══ EXERCISE INPUT
/// The native protobuf model back as a tree (for clients and tests that hold a `Model`).
pub fn model_from(m: &pb::Model) -> Result<Tree, String> {
    let task = Task::parse(&m.task).ok_or_else(|| format!("task '{}' is not classify or regress", m.task))?;
    let columns: Vec<ColumnInfo> = m
        .columns
        .iter()
        .map(|c| ColumnInfo {
            name: c.name.clone(),
            kind: if c.kind == pb::ColumnKind::Categorical as i32 { ColumnKind::Categorical } else { ColumnKind::Numeric },
            levels: c.categories.clone(),
        })
        .collect();
    let n_classes = if task == Task::Classify { m.classes.len() } else { 0 };
    let mut values = Vec::new();
    let mut class_totals = Vec::new();
    let mut nodes = Vec::with_capacity(m.nodes.len());
    for n in &m.nodes {
        values.extend_from_slice(&n.value);
        class_totals.extend_from_slice(&n.class_totals);
        let (split, gain, rank, left, right) = match &n.split {
            None => (None, 0.0, NO_NODE, NO_NODE, NO_NODE),
            Some(s) => {
                let rule = match &s.test {
                    Some(pb::node_split::Test::AtMost(x)) => SplitRule::Threshold(*x),
                    Some(pb::node_split::Test::Present(_)) => SplitRule::Threshold(f64::INFINITY),
                    Some(pb::node_split::Test::In(set)) => {
                        let levels = columns.get(s.column as usize).map_or(0, |c| c.levels.len());
                        let mut bits = vec![0u64; levels.div_ceil(64)];
                        for &c in &set.codes {
                            if (c as usize) < levels {
                                bits[(c / 64) as usize] |= 1 << (c % 64);
                            }
                        }
                        SplitRule::Categories(bits)
                    }
                    None => return Err("a split has no test".into()),
                };
                let between = match s.between {
                    None => None,
                    Some(pb::Between { lo, hi }) if rule.fits_between(lo, hi) => Some((lo, hi)),
                    Some(pb::Between { lo, hi }) => return Err(format!("between [{lo}, {hi}] does not surround an at_most threshold")),
                };
                (Some(Split { feature: s.column, rule, missing_left: s.missing_left, between }), s.gain, s.rank, s.left, s.right)
            }
        };
        nodes.push(Node { depth: n.depth, rows: n.rows as u32, weighted_rows: n.weighted_rows, impurity: n.impurity, gain, split, left, right, rank });
    }
    let g = m.grown_with.clone().unwrap_or_default();
    let decision = match &m.decision {
        None => None,
        Some(d) => {
            let c = d.costs.unwrap_or_default();
            let d = Decision { threshold: d.threshold, false_alarm: c.false_alarm, miss: c.miss };
            d.check(n_classes).map_err(|e| format!("decision: {e}"))?;
            Some(d)
        }
    };
    Ok(Tree {
        decision,
        task,
        target: m.target.clone(),
        labels: m.classes.clone(),
        n_features: columns.len(),
        columns,
        n_classes,
        nodes,
        values,
        class_totals,
        total_weight: m.total_weight,
        options: FitOptions {
            limits: Limits {
                max_depth: g.max_depth,
                min_split_rows: g.min_split_rows,
                min_leaf_rows: g.min_leaf_rows,
                max_leaves: g.max_leaves,
                min_gain: g.min_gain,
                prune_alpha: g.prune_alpha,
            },
            criterion: Criterion::parse(&g.criterion),
            class_weight: ClassWeight::parse(&g.class_weight).unwrap_or_default(),
            splitter: Default::default(),
            monotone: Default::default(),
        },
    })
}

/// A setting score from the wire (for clients that plot or store what a server sent).
pub fn score_from(s: &pb::SettingScore) -> SettingScore {
    let l = s.limits.clone().unwrap_or_default();
    SettingScore {
        setting: crate::sweep::Setting {
            key: 0,
            options: FitOptions {
                limits: Limits {
                    max_depth: l.max_depth,
                    min_split_rows: l.min_split_rows,
                    min_leaf_rows: l.min_leaf_rows,
                    max_leaves: l.max_leaves,
                    min_gain: l.min_gain,
                    prune_alpha: l.prune_alpha,
                },
                criterion: Criterion::parse(&l.criterion),
                class_weight: ClassWeight::parse(&l.class_weight).unwrap_or_default(),
                splitter: Default::default(),
                monotone: Default::default(),
            },
        },
        fold_scores: s.fold_scores.clone(),
        valid_mean: s.valid_mean,
        valid_sd: s.valid_sd,
        train_mean: s.train_mean,
        gap: s.gap,
        mean_leaves: s.mean_leaves,
        mean_depth: s.mean_depth,
    }
}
════
[WORK REQUEST]: Stop after the line containing "let task = Task::parse(&m.task).ok_or_else(||": print exactly the lines from the start of the entries above up to it, that line included.

[WRITTEN ANSWER]:
/// The native protobuf model back as a tree (for clients and tests that hold a `Model`).
pub fn model_from(m: &pb::Model) -> Result<Tree, String> {
    let task = Task::parse(&m.task).ok_or_else(|| format!("task '{}' is not classify or regress", m.task))?;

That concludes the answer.